# Hi!



## Chelina (Feb 4, 2008)

Hi everyone! I´ve been reading this site since months ago and got myself an account but forgot I had it. The information in this site is just so cool and I´ve learned lots of stuff! .) Now I will talk about myself, I´m 16 and I own a cat and a dog. Long ago I owned another dog but he passed away because of brain damage, we believe it was like a stroke because of the hot environment, RIP... (maybe I can get you a pic of him .(, so cute)

I have been a dog lover since I have memory but because mine have lived outside, I´m not attached to them, which is sad knowing how great they are and so on .( Though my father does get good times with the dog, they run together like 10kms a day! But even though, I told to myself, why not try a cat even if I have no idea how they really are? You see, they have this stereotype of being not as lovable as dogs and also to act so independent that they don´t really need humans, but it is not true at all! My cat has been with me since last year´s september, I adopted her from a shelter and I´m happy I did!

And here is my cat, she´s just a cutie and lives inside with us (indoor cat) just look at her .) her name is Tammy










But hey, wait a sec!

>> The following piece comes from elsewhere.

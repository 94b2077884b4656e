"""The progress bar of the command line: see :mod:`thrustgraph.base.progress`."""

from ..base.progress import Progress

__all__ = ["Progress"]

My beagle deserves a space here too, his name is Newton. 










I´m not attached to him, but even though, he´s is a good dog and wouldn´t hurt a bug or anything by the way! .)

That´s all for today, thank you for reading ! I´m happy of meeting everyone in the forum .)!

chela!*


----------



## DesnBaby (Apr 18, 2004)

Cute kitty & doggie you got there!


----------



## LilRed (Jul 16, 2008)

Welcome!!! Very beautiful kittie & dog!!! Thanks for saving a shelter cat!!


----------



## Leazie (Apr 14, 2007)

Welcome. Tammy is a cutie. 

I love begals, that are such nice dogs.


----------



## Chelina (Feb 4, 2008)

Thank you  I rescued Tammy from a shelter when she was like 2 months old, such days :roll:


----------



## Kobster (Feb 1, 2007)

Gorgeous pets you have. Tammy is a real cutie!


----------